What about Judy Jones, the object of Dexter’s affection? Does Fitzgerald allow her to become a character in her own right, or is she little more than a projection of Dexter’s hopes and desires (his “grail”)? Discuss with your students the passages where Fitzgerald’s narrator focuses on Judy’s character and motivation (some of which appear on this slide). Does Judy ever emerge as a fully rounded character? Does Fitzgerald make it possible to see this story from Judy’s point of view, or is it only Dexter’s male perspective that comes through?
The financial district, usually the quietest district in New York City at night, was the scene of great activity on “Black Thursday” (October 24, 1929), the moment of the stock market crash that led to the Great Depression. The photo shows clerks in the office of Tobey and Kirk, on Broad Street, reading the ticker.
“Babylon Revisited” comes from an array of stories about men and women who have made it, people who have lived beyond the year or two of glory that Gatsby achieved before he died, perhaps mercifully, in his own West Egg swimming pool. These are stories of people who move unhappily through glorious locales: the Riviera and Paris, the comfortable private places in midtown Manhattan, the exclusive resorts of Switzerland. It is also a story of loss and decline as the prosperity that blessed a select few in the 1920s came crashing to an end. As you read this story with your students, have them think about the ways in which Fitzgerald is attempting to capture an entire era in the hopes, dreams, and frustrations of the character of Charlie Wales.
Why does Fitzgerald refer to Charlie’s friends from the 1920s as “ghosts out of the past”? What are the ways in which Charlie is being haunted by his past? How is the ghost of Charlie’s wife, Helen—whether literally or metaphorically—the real specter haunting the story? What other ghosts of the past is Charlie forced to confront?
While Charlie is haunted by the recent past (the excess and “dissipation”—a favorite word in the story—of the 1920s), early on in the story the narrator expresses this desire to “jump back a whole generation.” What does Charlie hope to find in an earlier generation that his generation—which Gertrude Stein famously referred to as the “lost generation”—no longer has?
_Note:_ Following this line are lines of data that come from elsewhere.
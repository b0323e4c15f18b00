"""A second opinion on stored results, by other means: nothing that produced them is used here."""
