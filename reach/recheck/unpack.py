"""JSON and archives of arrays, unpacked with bounds: nothing is unpickled, and no more memory taken than is filled."""

from __future__ import annotations

import io
import json
import math
import re
import struct
import zipfile
import zlib
from typing import Any

import numpy as np

from reach.recheck.stored import BadFolder

MAX_DEPTH = 60  # of a JSON file; ours nest 8 deep
MAX_UNPACKED = 2_000_000_000  # bytes of one archive; 40 trials of a minute at 1 kHz have 1 GB
PACKED_BY = (zipfile.ZIP_STORED, zipfile.ZIP_DEFLATED)
ENCRYPTED = 1  # bit of a member's flags
ENDING = ".npy"
MAGIC = b"\x93NUMPY\x01\x00"  # of version 1.0, which any array of plain numbers or texts is written in
HEADER = re.compile(
    rb"\{'descr': '([<>|][fiubU]\d{1,6})', 'fortran_order': (True|False), 'shape': \(([\d, ]{0,200})\), \} *\n"
)
BROKEN = (  # what the library's reader of archives raises, NotImplementedError for a packing that it does not know
    *(ValueError, TypeError, OSError, EOFError, NotImplementedError),
    *(struct.error, zipfile.BadZipFile, zlib.error),
)


def parsed(content: bytes, path: str) -> dict[str, Any]:
    """The object that a JSON file holds; every number in it is finite.

    Raises
    ------
    BadFolder
        Where it holds none, or nests too deep.
    """
    try:
        found = json.loads(content, parse_constant=_finite, parse_float=_finite)
    except (ValueError, RecursionError) as error:
        raise BadFolder("file", f"is no JSON that can be read ({error})", path) from None
    if not isinstance(found, dict):
        raise BadFolder("file", "is no JSON object", path)
    level: list[Any] = [found]
    for _ in range(MAX_DEPTH):
        inside = (part.values() if isinstance(part, dict) else part for part in level)
        level = [value for values in inside for value in values if isinstance(value, dict | list)]
    if level:
        raise BadFolder("file", f"nests deeper than {MAX_DEPTH}", path)
    return found


def arrays(content: bytes, path: str) -> dict[str, np.ndarray]:
    """Arrays of an archive by name.

    Raises
    ------
    BadFolder
        Where it is none that a run writes.
    """
    try:
        with zipfile.ZipFile(io.BytesIO(content)) as packed:
            members = packed.infolist()
            if sum(member.file_size for member in members) > MAX_UNPACKED:
                raise ValueError(f"it unpacks to more than {MAX_UNPACKED / 1e9:.0f} GB")
            if len({member.filename for member in members}) < len(members):
                raise ValueError("it has a name twice")
            return {member.filename.removesuffix(ENDING): _array(packed, member) for member in members}
    except BROKEN as error:
        raise BadFolder("file", f"is no archive of arrays ({error})", path) from None


def _array(packed: zipfile.ZipFile, member: zipfile.ZipInfo) -> np.ndarray:
    """One array, as numpy writes it; what it declares is compared with what is there before memory is taken for it."""
    name = member.filename
    plain = member.compress_type in PACKED_BY and not member.flag_bits & ENCRYPTED
    if not plain or not name.endswith(ENDING):
        raise ValueError(f"{name[:80]!r} is no array that a run writes")
    with packed.open(member) as stream:
        told = stream.read(len(MAGIC) + 2)
        told += stream.read(int.from_bytes(told[-2:], "little"))
        found = HEADER.fullmatch(told[len(MAGIC) + 2 :])
        if not told.startswith(MAGIC) or found is None:
            raise ValueError(f"{name[:80]!r} does not begin as an array does")
        kind, turned, sides = (part.decode() for part in found.groups())
        shape, dtype = tuple(int(side) for side in sides.split(",") if side.strip()), np.dtype(kind)
        size = math.prod(shape) * dtype.itemsize
        if dtype.itemsize == 0 or size != member.file_size - len(told):
            raise ValueError(f"{name[:80]!r} does not hold what it declares")
        content = stream.read()
    return np.ndarray(shape, dtype, content, order="F" if turned == "True" else "C")


def _finite(text: str) -> float:
    """A number of a JSON file; NaN and Infinity, which Python reads there, are none."""
    value = float(text)
    if not math.isfinite(value):
        raise ValueError(f"{text[:40]} is no finite number")
    return value
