def test_junit_has_a_case_for_each_point_and_limit(result: RallyResult) -> None:
    suite = ET.fromstring(WRITERS["junit"](result)).find("testsuite")
    assert suite is not None
    cases = {case.get("name"): case for case in suite.findall("testcase")}
    assert len(cases) == 2 + 48 + len(KINDS) == int(str(suite.get("tests")))
    points = result.evidence.points
    assert int(str(suite.get("failures"))) == 2 + sum(points.verdict != DELIVERABLE)
    failure = cases["apex 800 mm, offset 100 mm, bearing 180°"].find("failure")
    assert failure is not None
    assert failure.get("message") == f"not deliverable: velocity of {NAMES[1]}"
    assert failure.text == "stopped,\\x0aby a limit"
    assert cases["limit jerk"].find("skipped") is not None
    assert len(cases["apex 400 mm, offset 0 mm, bearing 0°"]) == 0


def test_junit_of_a_deliverable_rally_has_no_failure() -> None:
    suite = ET.fromstring(WRITERS["junit"](rally_result(WHOLE, DELIVERABLE))).find("testsuite")
    assert suite is not None
    assert suite.get("failures") == "0"
    assert int(str(suite.get("skipped"))) == 20 + 1  # the points not held, and jerk


def test_evidence_reads_back_to_the_last_digit(result: RallyResult) -> None:
    files, points = evidence_files(result), result.evidence.points
    assert files == evidence_files(result)
    first, second, third = files["points.npz"], files["motions.npz"], files["cell.json"]
    assert first is not None and second is not None and third is not None
    with np.load(io.BytesIO(first), allow_pickle=False) as arrays:
        wanted = {item.name for item in fields(RallyPoints)} - {"reason", "motions", "proof"}
        assert set(arrays) == wanted
        for name in wanted:
            np.testing.assert_array_equal(arrays[name], getattr(points, name), err_msg=name)
    with np.load(io.BytesIO(second), allow_pickle=False) as arrays:
        assert arrays["rows"].tolist() == sorted(points.motions)
        for row, knots in points.motions.items():
            for item in fields(Knots):
                np.testing.assert_array_equal(arrays[f"{item.name}_{row}"], getattr(knots, item.name))
        assert float(arrays["period_s"]) == result.cell.period_s
    cell = json.loads(third, parse_constant=refuse)
    assert (cell["schema"], cell["command"]) == ("strikecheck/evidence/1", "rally")
    assert cell["rally"]["centre_m"] == list(CENTRE)
    assert cell["rally"]["bearings_rad"] == list(WHOLE.bearings_rad)
    assert cell["contact"]["restitution"] == 0.85


COMPLETE = {
    *("verdict.json", "rally.csv", "report.html", "evidence/points.npz", "evidence/cell.json"),
    "evidence/digests.json",
}


def test_folder_holds_everything_and_no_motion_of_another_run(
    result: RallyResult, tmp_path: Path, monkeypatch: pytest.MonkeyPatch
) -> None:
    monkeypatch.setitem(WRITERS, "html", html_of)  # the same page, not drawn anew
    write_folder(result, tmp_path, tmp_path / "junit.xml")
    assert listing(tmp_path) == COMPLETE | {"evidence/motions.npz", "junit.xml"}
    written = write_folder(made("nothing held"), tmp_path)
    assert listing(tmp_path) == COMPLETE | {"junit.xml"}
    assert written[-1] == tmp_path / "verdict.json"


def test_long_names_leave_every_column_readable() -> None:
    header, names = ("#what", "bounded by", "#more", "bounded by"), "acceleration of shoulder_pan_joint"
    lines = table(header, [("1234567890" * 3, names, "1234567890" * 3, names)])
    assert max(map(len, lines)) <= TERMINAL
    assert any("shoulder_pan_joint" in line[-20:] for line in lines)  # the last column has room for the joint
    assert [line.split() for line in table(("a", "b"), [("1", "two words")])] == [
        ["a", "b"],
        ["1", "two", "words"],
    ]
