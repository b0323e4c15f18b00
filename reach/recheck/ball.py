"""The ball again: flight under gravity, drag and lift, and impact on a face that moves.

Many flights and many impacts are worked out at once. A ball's spin is its radius times its angular velocity, in m/s.
"""

from __future__ import annotations

from dataclasses import dataclass
from typing import Any

import numpy as np

from reach.recheck.stored import CELL, BadFolder, Stored

SHELL = 2 / 3  # moment of inertia of a thin hollow sphere over mass times radius squared
STEP_S = 1e-3  # of the integration, at most
TURN_SHARE = 0.01  # drag and lift change the velocity by no more than this share in a step
MAX_STEPS = 20_000  # of a flight
MAX_KNOTS = 20_000_000  # of all flights together: 1 GB
FASTEST_M_S = 1000.0  # of a ball that is followed; beyond, no step is short enough
LONGEST_S = 60.0  # of a flight that is followed
CLOSING = 8  # Newton steps to the top: from a step's start its error squares each time

Array = np.ndarray


def refused(where: str, what: str, stored: Stored) -> BadFolder:
    """The error for a value of cell.json that can't be."""
    return BadFolder(where, what, f"{stored.folder}/{CELL}")


@dataclass(frozen=True, eq=False)
class Air:
    """Acceleration g - k |v| v + l |v|² (w x v) / (|w| |v|) of a ball with angular velocity w; no lift without spin.

    Attributes
    ----------
    drag_per_m : k = rho A Cd / (2 m)
    lift_per_m : l = rho A Cl / (2 m)
    gravity : (3,) m/s², world axes
    """

    drag_per_m: float
    lift_per_m: float
    gravity: Array

    @staticmethod
    def of(stored: Stored) -> Air:
        """The air of a cell.json.

        Raises
        ------
        BadFolder
        """
        mass, radius, rho = (
            stored.between(0.0, 1e9, "ball", key) for key in ("mass_kg", "radius_m", "air_kg_m3")
        )
        if not (mass > 0 and radius > 0):
            raise refused("ball", "has no mass or no radius", stored)
        share = rho * np.pi * radius * radius / (2 * mass)
        gravity = np.array([stored.number("arm", "gravity_m_s2", i) for i in range(3)])
        drag, lift = (
            share * stored.between(0.0, 1e9, "ball", f"{what}_coefficient") for what in ("drag", "lift")
        )
        return Air(drag, lift, gravity)

    @property
    def still(self) -> bool:
        """Whether gravity alone acts."""
        return self.drag_per_m == 0 and self.lift_per_m == 0

    def pull(self, spin: Array) -> Array:
        """Matrices (b, 3, 3) in 1/m for spins (b, 3): times velocity and speed they are what the air does."""
        size = np.linalg.norm(spin, axis=1)
        x, y, z = self.lift_per_m * np.divide(spin.T, size, out=np.zeros_like(spin.T), where=size > 0)
        found = np.zeros((len(spin), 3, 3))
        found[:, 0, 1], found[:, 0, 2], found[:, 1, 2] = -z, y, -x
        return np.asarray(found - found.transpose(0, 2, 1) - self.drag_per_m * np.eye(3))

    def bend(self, velocity: Array, pull: Array) -> Array:
        """Acceleration (b, 3) of balls with velocity (b, 3), by `pull` (b, 3, 3)."""
        speed = np.sqrt(np.einsum("bi,bi->b", velocity, velocity))
        return np.asarray(self.gravity + speed[:, None] * (pull @ velocity[:, :, None])[:, :, 0])


@dataclass(frozen=True, eq=False)
class Flights:
    """b flights, each from its own start for its own time.

    Without air in closed form. Else the classical Runge-Kutta method of order 4 with a fixed step (W. Kutta, Z. Math.
    Phys. 46 (1901) 435, from memory), knots kept, cubic between them. At STEP_S a ping-pong ball's flight of a second
    is off by less than 1e-9 m and 1e-9 m/s: |v| v is not smooth where a ball rises straight to its top, and there
    the error falls with the cube of the step alone.

    Attributes
    ----------
    air : Air
    place, velocity, spin : (b, 3) m, m/s, m/s, at the start
    seconds : (b,)
    knots : (2, steps + 1, b, 3) places and velocities, evenly apart in each flight; None without air
    """

    air: Air
    place: Array
    velocity: Array
    spin: Array
    seconds: Array
    knots: Array | None

    @staticmethod
    def of(air: Air, place: Array, velocity: Array, spin: Array, seconds: Array) -> Flights:
        """Flights from their starts; nan where one lasts less than nothing or too long, or is too fast."""
        whole = (seconds >= 0) & (seconds <= LONGEST_S) & slow(velocity)
        lasts = np.where(whole, seconds, np.nan)
        if air.still:
            return Flights(air, place, velocity, spin, lasts, None)
        most = np.max(lasts, where=whole, initial=0.0)
        steps = int(np.ceil(most / step_of(air, velocity[whole], most))) + 1
        steps = max(1, min(steps, MAX_KNOTS // max(len(place), 1)))
        knots = np.empty((2, steps + 1, len(place), 3))
        knots[:, 0] = place, velocity
        h, pull = (lasts / steps)[:, None], air.pull(spin)
        with np.errstate(over="ignore", invalid="ignore"):
            for k in range(steps):
                knots[:, k + 1] = stepped(air, knots[0, k], knots[1, k], pull, h)
        return Flights(air, place, velocity, spin, lasts, knots)

    def ends(self) -> tuple[Array, Array]:
        """Places and velocities (b, 3) when their time is over."""
        if self.knots is not None:
            return self.knots[0, -1], self.knots[1, -1]
        t, g = self.seconds[:, None], self.air.gravity
        return self.place + self.velocity * t + g * t * t / 2, self.velocity + g * t

    def places(self, flight: Array, after_s: Array) -> Array:
        """Places (k, 3) of flights (k,) some seconds (k,) after their starts, within their time."""
        if self.knots is None:
            t = after_s[:, None]
            return np.asarray(self.place[flight] + self.velocity[flight] * t + self.air.gravity * t * t / 2)
        places, speeds = self.knots
        steps = len(places) - 1
        h = self.seconds[flight] / steps
        ahead = np.divide(after_s, h, out=np.zeros_like(h), where=h > 0)
        k = np.clip(np.nan_to_num(ahead), 0, steps - 1).astype(int)
        u, h = (ahead - k)[:, None], h[:, None]
        begin, gone = places[k, flight], places[k + 1, flight] - places[k, flight]
        bow = speeds[k, flight] * h - gone, gone - speeds[k + 1, flight] * h
        return np.asarray(begin + u * gone + u * (1 - u) * ((1 - u) * bow[0] + u * bow[1]))


def step_of(air: Air, velocity: Array, most_s: float) -> float:
    """Length of a step in s for flights that begin with velocities (b, 3) and last `most_s` at most."""
    fast = float(np.max(np.linalg.norm(velocity, axis=1), initial=0.0))
    rate = (abs(air.drag_per_m) + abs(air.lift_per_m)) * fast
    step = min(STEP_S, TURN_SHARE / rate) if rate > 0 else STEP_S
    return max(step, most_s / MAX_STEPS, 1e-12)


def slow(velocity: Array) -> Array:
    """Which velocities (b, 3) are of balls that can be followed."""
    return np.asarray(np.linalg.norm(velocity, axis=1) <= FASTEST_M_S)


def stepped(air: Air, place: Array, velocity: Array, pull: Array, h: Array) -> tuple[Array, Array]:
    """Places and velocities (b, 3) after one step of h (b, 1) seconds; acceleration hangs on velocity alone."""
    one = air.bend(velocity, pull)
    two = air.bend(velocity + h / 2 * one, pull)
    three = air.bend(velocity + h / 2 * two, pull)
    four = air.bend(velocity + h * three, pull)
    gone = h * (velocity + h / 6 * (one + two + three))
    return place + gone, velocity + h / 6 * (one + 2 * (two + three) + four)


def tops(air: Air, place: Array, velocity: Array, spin: Array) -> Array:
    """Heights (b,) in m of the first tops of flights; the start's of a ball that does not rise, nan where none is."""
    height = place[:, 2].copy()
    followed = slow(velocity)
    height[~followed], rising = np.nan, followed & (velocity[:, 2] > 0)
    down = -float(air.gravity[2])
    if air.still:
        rise = velocity[:, 2] ** 2 / (2 * down) if down > 0 else np.full(len(height), np.nan)
        return np.asarray(height + np.where(rising, rise, 0.0))
    left = np.flatnonzero(rising)
    height[left] = np.nan
    at, speed, pull = place[left], velocity[left], air.pull(spin[left])
    h = step_of(air, speed, 0.0)
    with np.errstate(over="ignore", invalid="ignore"):
        for _ in range(min(MAX_STEPS, int(LONGEST_S / h))):
            if not len(left):
                break
            next_at, next_speed = stepped(air, at, speed, pull, np.full((len(left), 1), h))
            over = ~(next_speed[:, 2] > 0)
            if over.any():
                height[left[over]] = _top(air, at[over], speed[over], pull[over])
                left, next_at, next_speed, pull = (rows[~over] for rows in (left, next_at, next_speed, pull))
            at, speed = next_at, next_speed
    return height


def _top(air: Air, place: Array, velocity: Array, pull: Array) -> Array:
    """Heights (b,) where balls, a step or less before it, stop to rise: Newton's method on one step's length."""
    h = np.zeros((len(place), 1))
    at, speed = place, velocity
    for _ in range(CLOSING):
        h = h - speed[:, 2:] / air.bend(speed, pull)[:, 2:]
        at, speed = stepped(air, place, velocity, pull, h)
    return np.asarray(at[:, 2])


def launch(air: Air, rise_m: float) -> tuple[Array, float] | None:
    """Velocity (3,) m/s of a ball without spin that rises so far and comes back, and how long it takes in s.

    None with drag and gravity that pulls sideways: that flight has no closed form.
    Straight up and down against drag, dv/dt = -g - k v² and then g - k v², by integration: v² = g/k (exp(2 k h) - 1),
    up for atan(v √(k/g))/√(k g), down for arcosh(exp(k h))/√(k g).
    """
    g, k = -float(air.gravity[2]), air.drag_per_m
    if not (g > 0 and rise_m > 0):
        return None
    if k == 0:
        up = float(np.sqrt(2 * rise_m / g))
        return np.array([-air.gravity[0] * up, -air.gravity[1] * up, g * up]), 2 * up
    if air.gravity[:2].any():
        return None
    speed, rate = float(np.sqrt(g / k * np.expm1(2 * k * rise_m))), float(np.sqrt(k * g))
    up, fall = np.arctan(speed * np.sqrt(k / g)) / rate, np.arccosh(np.exp(k * rise_m)) / rate
    return np.array([0.0, 0.0, speed]), float(up + fall)


@dataclass(frozen=True, eq=False)
class Bounce:
    """What ball and face do to each other.

    Attributes
    ----------
    at_m_s, restitution : (r,) a table over the speed of approach, held beyond its ends; one row where it is constant
    friction, tangential : Coulomb's coefficient; tangential restitution
    gives : whether the arm's effective mass counts
    """

    at_m_s: Array
    restitution: Array
    friction: float
    tangential: float
    gives: bool

    @staticmethod
    def of(stored: Stored) -> Bounce:
        """The contact of a cell.json.

        Raises
        ------
        BadFolder
        """
        place = "contact", "restitution_at"
        table: Any = stored.at(*place)
        rows = [[0.0, stored.between(0.0, 1.0, "contact", "restitution")]]
        if isinstance(table, list) and table:
            count = range(len(table))
            rows = [
                [stored.between(0.0, most, *place, k, i) for i, most in enumerate((1e9, 1.0))] for k in count
            ]
        elif table not in ([], None):
            raise refused("contact.restitution_at", "is no table", stored)
        at, values = np.array(rows).T
        if not (np.diff(at) > 0).all():
            raise refused("contact.restitution_at", "has speeds that do not grow", stored)
        friction = stored.between(0.0, 1e9, "contact", "friction")
        tangential = stored.between(-1.0, 1.0, "contact", "tangential_restitution")
        return Bounce(at, values, friction, tangential, stored.at("contact", "arm_gives") is True)

    def newton(self, approach: Array) -> Array:
        """Normal restitution (b,) at speeds of approach (b,) in m/s: straight between the rows."""
        gone = np.clip(approach[:, None] - self.at_m_s[:-1], 0.0, np.diff(self.at_m_s))
        slope = np.diff(self.restitution) / np.diff(self.at_m_s)
        return np.asarray(self.restitution[0] + gone @ slope)

    def after(
        self, velocity: Array, spin: Array, normal: Array, face: Array, mass_ratio: Array
    ) -> tuple[Array, Array]:
        """Velocities and spins (b, 3) of balls after impact; nan where ball and face do not come nearer.

        Along the normal Newton's restitution for two bodies. Across it the ball's lowest point, whose velocity over the
        face is the slip, is turned back by the tangential restitution (R. L. Garwin, Am. J. Phys. 37 (1969) 88),
        with no more impulse than friction gives (R. Cross, Am. J. Phys. 70 (2002) 1093).

        Parameters
        ----------
        velocity, spin : (b, 3) m/s, before
        normal : (b, 3) of the face, toward the ball
        face : (b, 3) m/s, velocity of the face where the ball meets it
        mass_ratio : (b,) ball's mass over the effective mass along the normal
        """
        toward = -np.einsum("bi,bi->b", velocity - face, normal)
        toward = np.where(toward > 0, toward, np.nan)
        along = (1 + self.newton(toward)) * toward / (1 + mass_ratio)
        lowest = velocity - np.cross(spin, normal)  # spin x (-normal), in m/s
        slip = lowest - face
        slip = slip - np.einsum("bi,bi->b", slip, normal)[:, None] * normal
        turned = -(1 + self.tangential) * slip  # its change: one part velocity, 1 / SHELL parts spin
        across = turned / (1 + 1 / SHELL)
        size, most = np.linalg.norm(across, axis=1), self.friction * along
        across = across * np.divide(most, size, out=np.ones_like(size), where=size > most)[:, None]
        return velocity + along[:, None] * normal + across, spin + np.cross(across, normal) / SHELL


@dataclass(frozen=True)
class Outline:
    """The face's outline about the strike point, along the face's x and y.

    Attributes
    ----------
    round : a disc; else a plate
    half_m : half its size along x and y; of a disc its radius twice
    """

    round: bool
    half_m: tuple[float, float]

    @staticmethod
    def of(stored: Stored) -> Outline:
        """The outline of a cell.json's paddle.

        Raises
        ------
        BadFolder
        """
        shape = stored.at("paddle", "shape")
        if shape == "disc":
            radius = stored.number("paddle", "radius_m")
            return Outline(True, (radius, radius))
        if shape == "plate":
            wide, high = (stored.number("paddle", "size_m", i) / 2 for i in (0, 1))
            return Outline(False, (wide, high))
        raise refused("paddle.shape", "is neither disc nor plate", stored)

    def past(self, on_face: Array) -> Array:
        """How far (k,) in m points (k, 2) of the face lie past the edge; negative within."""
        if self.round:
            return np.asarray(np.hypot(on_face[:, 0], on_face[:, 1]) - self.half_m[0])
        return np.asarray((np.abs(on_face) - self.half_m).max(axis=1))
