"""What counts as delivered and what is kept back, as a run stored it: numbers that a cell file can have."""

from __future__ import annotations

import math

from reach.recheck.stored import Stored

BELOW_ONE = math.nextafter(1.0, 0.0)
DEMANDS = {
    "accept": {
        "strike_window_s": 1.0,
        "strike_speed_error_share": 1.0,
        "strike_lateral_m_s": 100.0,
        "strike_tilt_error_rad": math.pi * (1 + 1e-12),  # from degrees
        "strike_position_m": 10.0,
        "strikes_share": 1.0,
    },
    "margins": {
        "velocity_share": BELOW_ONE,
        "acceleration_share": BELOW_ONE,
        "position_rad": 10.0,
        "position_m": 10.0,
    },
}
"""The most that a cell file may say; the least is 0."""


def check_demands(stored: Stored) -> None:
    """Raise BadFolder where cell.json does not say what is accepted and kept back, or what no cell file says."""
    for table, most in DEMANDS.items():
        for name, high in most.items():
            stored.between(0.0, high, table, name)
    if stored.word("accept", "at") not in ("strikes", "throughout"):
        raise stored.refused(("accept", "at"), "is neither strikes nor throughout")
    stored.words("accept", "require")
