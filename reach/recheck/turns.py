"""Rotations, written for this package alone."""

from __future__ import annotations

import numpy as np

SMALL_RAD = 1e-4  # below it sin x / x and (1 - cos x) / x² by their series, good to 1e-17


def from_rpy(rpy: np.ndarray) -> np.ndarray:
    """Rotation (3, 3) of roll, pitch and yaw about fixed axes, in that order."""
    roll, pitch, yaw = (
        exponential(angle * axis[None])[0] for angle, axis in zip(rpy, np.eye(3), strict=True)
    )
    return np.asarray(yaw @ pitch @ roll)


def from_quaternion(wxyz: np.ndarray) -> np.ndarray:
    """Rotation (3, 3) of a unit quaternion: its columns are what the axes are turned to."""
    w, turn = wxyz[0], wxyz[1:]
    columns = [
        axis + 2 * w * np.cross(turn, axis) + 2 * np.cross(turn, np.cross(turn, axis)) for axis in np.eye(3)
    ]
    return np.array(columns).T


def exponential(turns: np.ndarray) -> np.ndarray:
    """Rotations (k, 3, 3) about axes by angles, both in vectors (k, 3) in rad: Rodrigues' formula."""
    angle = np.linalg.norm(turns, axis=1)
    small = angle < SMALL_RAD
    safe = np.where(small, 1.0, angle)
    first = np.where(small, 1 - angle**2 / 6, np.sin(safe) / safe)
    second = np.where(small, 0.5 - angle**2 / 24, (1 - np.cos(safe)) / safe**2)
    cross = np.zeros((len(turns), 3, 3))
    x, y, z = turns.T
    cross[:, 0, 1], cross[:, 0, 2], cross[:, 1, 2] = -z, y, -x
    cross -= cross.transpose(0, 2, 1)
    return np.asarray(np.eye(3) + first[:, None, None] * cross + second[:, None, None] * (cross @ cross))


def between(one: np.ndarray, other: np.ndarray) -> np.ndarray:
    """Angles (k,) in rad between unit vectors (k, 3)."""
    return np.asarray(
        np.arctan2(np.linalg.norm(np.cross(one, other), axis=1), np.einsum("ki,ki->k", one, other))
    )


def apart(one: np.ndarray, other: np.ndarray) -> np.ndarray:
    """Angles (k,) in rad of the rotations between frames (k, 3, 3): ‖R - R'‖ is √8 sin(angle / 2) (Frobenius)."""
    size = np.linalg.norm(one - other, axis=(1, 2)) / np.sqrt(8.0)
    return np.asarray(2 * np.arcsin(np.minimum(size, 1.0)))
In this playful exchange between Charlie and his young daughter, Honoria, Fitzgerald is able to introduce a comic element into the story at the same time that he raises the emotional stakes considerably. What are the implications of Charlie and Honoria conversing with one another with such formality? What does it say about their estranged relationship? And what do we make of Honoria’s quick response “My husband is dead,” given that Charlie’s wife, Helen—Honoria’s mother—is also dead? How does this humorous exchange allow them to express some of their greatest fears and heartaches (that they are growing apart and becoming strangers; that Honoria is growing up and will soon no longer be a child; and that Helen has died)? Why does Fitzgerald choose a humorous theme to communicate such heartbreaking emotions?
Both “Babylon Revisited” and “Winter Dreams” end with the protagonist reflecting on his life and what he has lost. Compare these two conclusions (one appears on this slide, the other on Slide 9) and discuss what they tell us about Fitzgerald’s take on the feelings of loss and sorrow that permeate his generation.
To wrap up your students’ experience with Fitzgerald, discuss the questions on this and the following slide with reference to the heroes in “Winter Dreams” and “Babylon Revisited” (and, if they’ve read it, The Great Gatsby as well). Cumulatively, what do these characters tell us about Fitzgerald’s take on the modern world?